En plus de cela, le monde moderne nous submerge d'informations d'une manière qui nous fait nous sentir moins, pas plus, puissants. Il y a 2,5 quintillions (un million de milliards) d'octets de données créés chaque jour, et 90% des données dans le monde ont été créées au cours des deux dernières années .
Le fonctionnaire moyen est mieux loti que le citoyen moyen, alors si nous pouvons facilement être frustrés par ce monde, imaginez ce que cela fait pour les moins fortunés.
Alors, que pouvons-nous faire? Malgré tous ses défauts, la technologie numérique a facilité plus que jamais la connexion et la coordination avec les gens. Il est peut-être temps de prendre ces outils en main et de repenser la relation entre le gouvernement et les gouvernés. En un mot, le modèle actuel est:
- Les citoyens élisent des politiciens pour légiférer et superviser les bureaucraties gouvernementales.

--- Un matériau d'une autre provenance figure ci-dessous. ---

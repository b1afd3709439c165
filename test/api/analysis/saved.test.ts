// Saved analyses through the api: the compact report is stored one row per trial (migration
// 0004), the summary opens without the trials, a page of trials comes back as reported, and one
// trial's detail is recomputed from the workspace data — equal to the full analysis the same
// run gives with detail 'plots' — or refused when that trial's data changed. An analysis saved
// the old way (trials inside the 'twoStage' row) still opens, read as it is. References: the
// api's own report of the same run (exact equality: the same code on the same data).
import { mkdtempSync, rmSync } from 'node:fs';
import { tmpdir } from 'node:os';
import { join } from 'node:path';
import { afterAll, beforeAll, describe, expect, it } from 'vitest';
import { api } from '../../../src/api/handlers.js';
import { unwrap } from '../../../src/api/result.js';
import type { AnalysisReport, CompactAnalysisReport } from '../../../src/api/analysis/report.js';
import { openWorkspace } from '../../../src/store/index.js';

const dir = mkdtempSync(join(tmpdir(), 'manyfield-saved-'));
const workspace = join(dir, 'demo.manyfield');
afterAll(() => rmSync(dir, { recursive: true, force: true }));

const spec = {
  trait: 'yield',
  control: 'CTL',
  contrasts: [
    { name: 'treated_vs_control', kind: 'treated-vs-control' as const },
    { name: 'rate_linear', trend: 'rate', degree: 1 as const },
  ],
  oneStage: null,
  twoStage: { tau2: 'reml' as const, interval: 'hksj' as const },
};

let compact: CompactAnalysisReport;
let full: AnalysisReport;
let savedId: number;

beforeAll(async () => {
  unwrap(await api['demo.build']({ workspace }));
  compact = unwrap(await api['analysis.run']({ workspace, spec })) as CompactAnalysisReport;
  const list = unwrap(await api['analysis.list']({ workspace }));
  savedId = list[0].id;
  full = unwrap(await api['analysis.run']({ workspace, spec, detail: 'plots', save: false })) as AnalysisReport;
}, 120_000);

describe('saved analyses through the api', () => {
  it('lists the saved analysis with its trait and trial count', async () => {
    const list = unwrap(await api['analysis.list']({ workspace }));
    expect(list).toHaveLength(1);
    expect(list[0]).toMatchObject({ id: savedId, trait: 'yield', status: 'complete', trials: compact.trialsAnalysed });
  });

  it("opens the summary without the trials: each pool's headline as reported, a count in place of the trials; the per-trial tables on request", async () => {
    const open = unwrap(await api['analysis.open']({ workspace, analysis: savedId }));
    const twoStage = open.results.twoStage as { pooled: unknown[]; trialCount: number; trials?: unknown };
    expect(twoStage.trials).toBeUndefined();
    expect(twoStage.trialCount).toBe(compact.twoStage.trials.length);
    const headlines = compact.twoStage.pooled.map(({ weights: _w, sensitivity: _s, ...headline }) => headline);
    expect(twoStage.pooled).toEqual(JSON.parse(JSON.stringify(headlines)));
    expect(open.trials).toEqual([]);
    expect(open.results.provenance).toEqual(compact.provenance);
    const withTables = unwrap(await api['analysis.open']({ workspace, analysis: savedId, tables: true }));
    expect((withTables.results.twoStage as { pooled: unknown[] }).pooled).toEqual(JSON.parse(JSON.stringify(compact.twoStage.pooled)));
  });

  it('gives a page of trials in report order, each the summary the report carried', async () => {
    const open = unwrap(await api['analysis.open']({ workspace, analysis: savedId, trials: { offset: 5, limit: 10 } }));
    expect(open.trials.map((t) => t.position)).toEqual([5, 6, 7, 8, 9, 10, 11, 12, 13, 14]);
    open.trials.forEach((t, i) => expect(t.summary).toEqual(JSON.parse(JSON.stringify(compact.twoStage.trials[5 + i]))));
    expect(open.trials.every((t) => /^[0-9a-f]{64}$/.test(t.dataSha256 ?? ''))).toBe(true);
  });

  it("recomputes one trial's detail: equal to that trial's full analysis in a detail 'plots' run", async () => {
    for (const trial of [full.twoStage.trials[0].trial, full.twoStage.trials[full.twoStage.trials.length - 1].trial]) {
      const d = unwrap(await api['analysis.trial']({ workspace, analysis: savedId, trial }));
      expect(d.source).toBe('recomputed');
      const expected = full.twoStage.trials.find((t) => t.trial === trial);
      expect(JSON.parse(JSON.stringify(d.detail))).toEqual(JSON.parse(JSON.stringify(expected)));
      expect(d.detail.diagnostics.plots.length).toBe(d.detail.model.n);
    }
  });

  it('names an unknown trial or analysis plainly', async () => {
    const r = await api['analysis.trial']({ workspace, analysis: savedId, trial: 'NO-SUCH' });
    expect(r.ok).toBe(false);
    if (!r.ok) expect(r.error).toMatchObject({ code: 'not-found', message: expect.stringContaining('NO-SUCH') });
    const o = await api['analysis.open']({ workspace, analysis: 9999 });
    expect(o.ok).toBe(false);
    if (!o.ok) expect(o.error.code).toBe('not-found');
  });

  it('opens an analysis saved before per-trial rows (trials inside its twoStage row), read as it is', async () => {
    const ws = openWorkspace(workspace);
    let oldId: number;
    try {
      oldId = Number(
        ws.db.prepare("INSERT INTO analysis (spec_json, data_fingerprint, app_version, created_at, status) VALUES (?, 'x', '0.0.9', '2026-01-01T00:00:00Z', 'complete')").run(JSON.stringify(spec)).lastInsertRowid,
      );
      ws.db.prepare("INSERT INTO analysis_result (analysis_id, kind, payload_json) VALUES (?, 'twoStage', ?)").run(oldId, JSON.stringify(full.twoStage));
    } finally {
      ws.close();
    }
    const open = unwrap(await api['analysis.open']({ workspace, analysis: oldId, trials: { offset: 0, limit: 3 }, tables: true }));
    expect((open.results.twoStage as { trialCount: number }).trialCount).toBe(full.twoStage.trials.length);
    expect((open.results.twoStage as { pooled: unknown[] }).pooled).toEqual(JSON.parse(JSON.stringify(compact.twoStage.pooled)));
    expect(open.trials.map((t) => t.summary)).toEqual(JSON.parse(JSON.stringify(compact.twoStage.trials.slice(0, 3))));
    const trial = full.twoStage.trials[2].trial;
    const d = unwrap(await api['analysis.trial']({ workspace, analysis: oldId, trial }));
    expect(d.source).toBe('stored');
    expect(d.detail).toEqual(JSON.parse(JSON.stringify(full.twoStage.trials[2])));
  });

  it("refuses to recompute a trial whose data changed after the analysis was saved (conflict), and leaves the others", async () => {
    const trial = full.twoStage.trials[1].trial;
    const ws = openWorkspace(workspace);
    try {
      ws.db
        .prepare('UPDATE observation SET value = value + 1 WHERE plot_id = (SELECT p.id FROM plot p JOIN trial t ON t.id = p.trial_id WHERE t.label = ? ORDER BY p.id LIMIT 1)')
        .run(trial);
    } finally {
      ws.close();
    }
    const r = await api['analysis.trial']({ workspace, analysis: savedId, trial });
    expect(r.ok).toBe(false);
    if (!r.ok) expect(r.error).toMatchObject({ code: 'conflict', message: expect.stringContaining(trial) });
    expect(unwrap(await api['analysis.trial']({ workspace, analysis: savedId, trial: full.twoStage.trials[3].trial })).source).toBe('recomputed');
  });
});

- Les bureaucraties prennent des décisions pour appliquer les lois, demandant parfois la participation des citoyens.
- Les citoyens élisent de nouveaux politiciens, en partie sur la base des décisions prises par ces bureaucraties.
Et si nous adaptions le modèle de gouvernement pour donner aux citoyens le sentiment de récupérer une partie de leur pouvoir?
Ils pourraient jouer un rôle direct dans la gestion et la supervision des organisations gouvernementales. Selon la mission et les besoins de l'agence, ce rôle peut aller d'un conseil consultatif avec une voix officielle dans la prise de décision, à un conseil de surveillance des citoyens doté de pouvoirs d'enquête, aux citoyens siégeant dans une fonction de gouvernance à peu près de la même manière qu'une entreprise. Le conseil d'administration siège aux côtés de dirigeants du secteur privé.
À l'avenir, la technologie numérique pourrait même permettre aux gouvernements de surmonter les obstacles logistiques à une démocratie directe à grande échelle. Cela leur permettrait de donner aux citoyens les moyens de voter directement sur les questions les plus importantes sur la façon dont le gouvernement est géré, de son budget à ses mandats de base.
Il y a plusieurs avantages à une expérience aussi radicale.
Premièrement, il entamerait le travail de mise à jour des relations entre les citoyens et leur gouvernement pour l'ère moderne. Le modèle bureaucratique actuel a été conçu pour le monde des années 1800. Pourquoi ne pas utiliser les outils et les modes de pensée d'aujourd'hui?
Deuxièmement, donner aux citoyens, même aux citoyens en colère, un rôle direct dans leur gouvernement aiderait à instaurer la confiance et à empêcher tout désir d'autonomiser des hommes forts en échange de résultats. Il vaut mieux que leur frustration reçoive un débouché en engagement direct que les alternatives les plus effrayantes.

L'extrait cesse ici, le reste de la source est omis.